Из Хуста пришла рота солдат в полном снаряжении, как подобает при воздании почестей павшему легионеру, и тяжелая поступь ее среди плетней и заборов Колочавы напоминала дни войны. Даже в воздухе был ее оттенок, ее запах, словно над долиной плыла тяжелая пепельно-серая туча, мешавшая глубоко вздохнуть.

Солдаты вынесли из школы украшенный венками гроб с телом убитого. Раздалась военная команда. Рота пехотинцев и жандармы взяли перед мертвым товарищем на караул. Барабан военного оркестра прогремел в тишине, как отдаленная канонада, и замер. А прячущиеся за дворовыми изгородями и окнами домов колочавцы глядели на черно-золотое облачение католических священников и одеяния служек, на представителей государственной власти в мундирах, на все это множество господ, которые одним росчерком пера могут уничтожить Колочаву, отомстив за смерть одного из своих.
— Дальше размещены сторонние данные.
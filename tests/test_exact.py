"""The exact engine against published laws and known answers."""

from dataclasses import replace

import numpy as np
import pytest
from scipy import integrate
from scipy.special import zeta
from simulate_cases import cut_short, one_option, random_experiment

from hedgesim.costs import CostTerms
from hedgesim.engine.exact import ExactUnavailable, exact
from hedgesim.engine.lattice import lay_schedule, level, read_inputs
from hedgesim.kernels.exact import MOMENT_ROWS, run_schedule
from hedgesim.market import frozen
from hedgesim.schedules import Schedule

# Hull, Options, Futures, and Other Derivatives, 11th ed., ch. 19: the option of the worked example.
HULL = {"spot": 49.0, "strike": 50.0, "years": 20 / 52, "rate": 0.05, "vol": 0.20}


def every(*looks):
    return tuple(Schedule(f"every {k} looks", "looks", k) for k in looks)


# Discounted standard deviation per option at N rebalances, drift = rate, no costs: the sum of variances of orthogonal
# martingale increments E[payoff*^2] - C0^2 + sum_i {E[D_i^2 x_i^2](e^{sigma^2 h} - 1) - 2 E[D_i x_i (C(x e^{sigma^2 h}) -
# C(x))]}, evaluated for Hull's option by Gauss-Legendre quadrature (derived; no published table gives these digits).
HULL_STD = {
    4: 0.9843049823, 5: 0.8878704949, 10: 0.6416585330, 20: 0.4610663186, 21: 0.4503821344, 40: 0.3298430559,
    80: 0.2351955216, 84: 0.2296399531, 252: 0.1337079424,
}  # fmt: skip


@pytest.mark.parametrize("n", HULL_STD)
def test_the_standard_deviation_of_the_worked_example(n):
    result = exact(**one_option(**HULL, looks=n, schedules=every(1)), tolerance=1e-9)
    assert result.figures.std[0] == pytest.approx(HULL_STD[n], abs=1e-8)
    assert result.figures.mean[0] == pytest.approx(0.0, abs=1e-8)
    assert result.error["std"][0] < 1e-9


def test_schedules_that_skip_looks_are_those_of_coarser_grids():
    result = exact(**one_option(**HULL, looks=80, schedules=every(20, 16, 8, 4, 2, 1)))
    assert result.figures.std == pytest.approx([HULL_STD[n] for n in (4, 5, 10, 20, 40, 80)], rel=1e-6)
    assert result.figures.removable == pytest.approx(np.square(result.figures.std), rel=1e-8)


def scaled_variance(n, **option):
    return n * exact(**one_option(looks=n, schedules=every(1), **option), tolerance=1e-9).figures.variance[0]


def limit_of(numbers, values, powers):
    """Limit of a series in 1/N with the given powers, from as many values as it has terms."""
    columns = [np.array(numbers, dtype=float) ** -p for p in (0.0, *powers)]
    return np.linalg.solve(np.stack(columns, axis=1), values)[0]


def test_the_two_term_law_and_the_order_of_its_remainder():
    # Kamal and Derman (1999), Risk 12(1): sd ~ sqrt(pi/4) vega sigma / sqrt(N), exact in the limit for mu = r, d2 = 0. With
    # the next term N Var = g^2 + zeta(-1/2)/sqrt(pi) sigma^2 k*^2 T phi(d2)/sqrt(N) + O(1/N) (derived, one option).
    vol, years, strike = 0.2, 0.5, 100.0
    option = {"spot": strike * np.exp(0.5 * vol**2 * years), "strike": strike, "years": years, "rate": 0.0, "vol": vol}
    g2 = np.pi / 4 * (strike / np.sqrt(2 * np.pi) * np.sqrt(years) * vol) ** 2
    zeta_half = -zeta(1.5) / (4 * np.pi)  # zeta(-1/2) by the functional equation
    second = zeta_half / np.sqrt(np.pi) * vol**2 * strike**2 * years / np.sqrt(2 * np.pi)
    looks = np.array([20, 80, 320])
    left = np.array([scaled_variance(n, **option) - g2 - second / np.sqrt(n) for n in looks])
    # Four times the looks, a quarter of the remainder.
    assert left[:-1] / left[1:] == pytest.approx(4.0, rel=0.1)
    assert abs(left[-1]) < 1e-3 * g2


def test_the_granularity_integral_away_from_the_forward():
    # Bertsimas, Kogan and Lo (2000), J. Financial Economics 55 (re-derived): sqrt(N) sd -> g, for a call under GBM
    # g^2 = (T sigma^2 k*^2 / 4 pi) int_0^1 (1-u^2)^(-1/2) exp{-[ln(S0/k*) - sigma^2 T/2 + (mu-r) T u]^2/(sigma^2 T (1+u))} du.
    vol, years, rate, drift, spot, strike = 0.25, 0.5, 0.03, 0.12, 100.0, 104.0
    discounted = strike * np.exp(-rate * years)

    def integrand(angle):
        u = np.sin(angle)  # takes the square-root singularity away
        top = (np.log(spot / discounted) - vol**2 * years / 2 + (drift - rate) * years * u) ** 2
        return np.exp(-top / (vol**2 * years * (1 + u)))

    g2 = years * vol**2 * discounted**2 / (4 * np.pi) * integrate.quad(integrand, 0, np.pi / 2)[0]
    option = {"spot": spot, "strike": strike, "years": years, "rate": rate, "vol": vol, "drift": drift}
    # N Var is a series in N^(-1/2): four frequencies give its limit.
    looks = (16, 64, 256, 1024)
    found = [scaled_variance(n, **option) for n in looks]
    assert limit_of(looks, found, (0.5, 1.0, 1.5)) == pytest.approx(g2, rel=1e-5)


def test_a_book_hedged_at_the_implied_vol_at_any_frequency():
    # Ahmad and Wilmott (2005), Wilmott magazine, drift = rate: mean V(actual) - V(implied) = 3.7806712139 for S = K = 100,
    # r = mu = 5 %, T = 1, actual 30 %, implied 20 %, long, at every number of rebalances; sd 1.7255736919 when hedged
    # continuously (both computed from the published integrals), which is that of the floor.
    option = {"spot": 100.0, "strike": 100.0, "years": 1.0, "rate": 0.05, "vol": 0.20, "realised": 0.30, "units": 1.0}
    floors = []
    numbers = (16, 64, 256, 1024)
    for looks in numbers:
        figures = exact(**one_option(looks=looks, schedules=every(looks, 8, 1), **option), tolerance=1e-7).figures
        assert figures.mean == pytest.approx(3.7806712139, abs=1e-7)
        floors.append(figures.variance_floor[0])
        if looks == 1024:
            # Removing the rest takes N^-1 with it: at 1,024 trades a thousandth of the variance at one trade is left.
            assert figures.removable[2] < 2e-3 * figures.removable[0]
    # The variance is a double sum over looks of the covariance of gammas, which is like 1/sqrt(time to expiry) near expiry:
    # it misses its integral by terms in 1/N (the left ends of the looks), N^(-3/2) (the singularity) and 1/N^2.
    assert np.sqrt(limit_of(numbers, floors, (1.0, 1.5, 2.0))) == pytest.approx(1.7255736919, rel=1e-7)


def test_one_step_of_a_long_option_is_chi_squared():
    # Boyle and Emanuel (1980), J. Financial Economics 8: 1/2 Gamma S^2 sigma^2 h (Z^2 - 1): skewness sqrt(8), excess kurtosis
    # 12 (from memory; verified) in the limit of a step short against the life.
    case = cut_short(one_option(spot=100.0, strike=100.0, years=1.0, rate=0.0, vol=0.2, looks=200_000, schedules=every(1), units=1.0), 1)  # fmt: skip
    figures = exact(**case).figures
    gamma = float(np.exp(-0.5 * 0.1**2) / np.sqrt(2 * np.pi) / (100 * 0.2))
    unit = 0.5 * gamma * 100**2 * 0.2**2 * case["grid"].t[1]
    assert figures.std[0] == pytest.approx(unit * np.sqrt(2), rel=1e-3)
    assert figures.skew[0] == pytest.approx(np.sqrt(8), rel=1e-3)
    assert figures.kurtosis[0] == pytest.approx(15.0, rel=1e-3)


def test_the_reported_error_covers_the_change_to_a_tighter_tolerance():
    case = random_experiment(21, underlyings=1)
    loose, tight = exact(**case, tolerance=1e-4), exact(**case, tolerance=2e-6)
    change = np.abs(loose.figures.std - tight.figures.std)
    assert (tight.error["std"] <= 2e-6 * tight.figures.std).all()
    assert (change <= 2.0 * loose.error["std"] + 2e-6 * tight.figures.std).all()
    assert (tight.nodes >= loose.nodes).all()
    assert (tight.refinements >= loose.refinements).all()


def test_smooth_figures_gain_digits_with_every_refinement():
    # Gross P&L without costs: what is left comes from the tails beyond the lattice, which each refinement moves out.
    case = one_option(**HULL, looks=12, schedules=every(1), realised=0.27, drift=0.3)
    inputs = read_inputs(**{k: v for k, v in case.items() if k != "compiled"}, tolerance=1e-12)
    variance = []
    for number in range(5):
        walk = lay_schedule(inputs, 0, case["compiled"].trades_at[0], level(number), "every look")
        out = np.empty(len(MOMENT_ROWS))
        run_schedule(
            0, walk.lattice, walk.steps, walk.trading, walk.strikes, inputs.slope, inputs.mark_slope,
            inputs.mark_strike, inputs.payoff, walk.break_room, out,
        )  # fmt: skip
        variance.append(out[2])
        # The variance by recursion is that by summing conditional variances under the known law of the price.
        assert out[2] == pytest.approx(out[MOMENT_ROWS.index("gross_gross")], rel=1e-8)
    change = np.abs(np.diff(variance)) / variance[-1]
    assert (change[1:] < change[:-1]).all()
    assert change[0] < 1e-7
    assert change[-1] < 1e-10


def test_the_result_is_the_same_for_any_threads():
    case = random_experiment(4, underlyings=1)
    one, two = (exact(**case, tolerance=1e-4, threads=n) for n in (1, 2))
    assert np.array_equal(one.figures.variance, two.figures.variance)
    assert np.array_equal(one.figures.covariance_gross_floor, two.figures.covariance_gross_floor)


def test_costs_without_risk_are_known_at_the_inception():
    # No options: what is held at the start is sold at once.
    case = one_option(**HULL, looks=6, schedules=every(2), units=0.0, costs=CostTerms(frozen([1e-3]), frozen([0.1]), frozen([2.0])))  # fmt: skip
    case["book"] = replace(case["book"], initial_units=np.array([30.0]))
    result = exact(**case)
    # One ticket: nothing is traded afterwards.
    assert result.figures.mean[0] == pytest.approx(-(30 * (49.0 * 1e-3 + 0.1) + 2.0), rel=1e-12)
    assert result.figures.variance[0] == pytest.approx(0.0, abs=1e-18)
    assert np.isnan(result.figures.skew[0])


def test_what_it_cannot_do_is_said_in_one_line():
    with pytest.raises(ExactUnavailable, match="uncorrelated underlyings"):
        exact(**random_experiment(0, underlyings=2))
    case = one_option(**HULL, looks=20, schedules=every(20))
    with pytest.raises(ExactUnavailable, match="every 20 looks: the tolerance"):
        exact(**case | {"costs": CostTerms(frozen([1e-3]), frozen([0.0]), frozen([0.0]))}, tolerance=1e-17)
    still = replace(case["grid"], s=np.concatenate([case["grid"].s[:-1], case["grid"].s[-2:-1]]))
    with pytest.raises(ExactUnavailable, match="stands still"):
        exact(**case | {"grid": still, "compiled": replace(case["compiled"], trades_at=np.ones((1, 21), bool))})
    # A year under a yield of 60 % between two trades: the gain given the ends is far from normal.
    market = replace(case["market"], yield_rate=np.array([0.6]))
    long = one_option(spot=49.0, strike=50.0, years=4.0, looks=20, rate=0.05, vol=0.5, schedules=every(20))
    with pytest.raises(ExactUnavailable, match=r"every 20 looks: .* yield"):
        exact(**long | {"market": market})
Мрачное прохождение жандармских шеренг, по четверо в ряд, грохот барабана между домами, медленный военный шаг, под которым хрустит щебень и гравий дороги, — все это производило тяжелое впечатление, вызывая представление о голоде.

С церкви поплыли двойные удары единственного оставшегося колокола, грозно опускаясь на деревню, как ночью во время наводнения.

Колочава безмолвствовала.

Только старые евреи, стоявшие под вывесками своих лавок и мастерских, понимая, что́ предвещает подобная правительственная демонстрация, и не забывая при этом о самом главном, не поддавались впечатлению от происходящего.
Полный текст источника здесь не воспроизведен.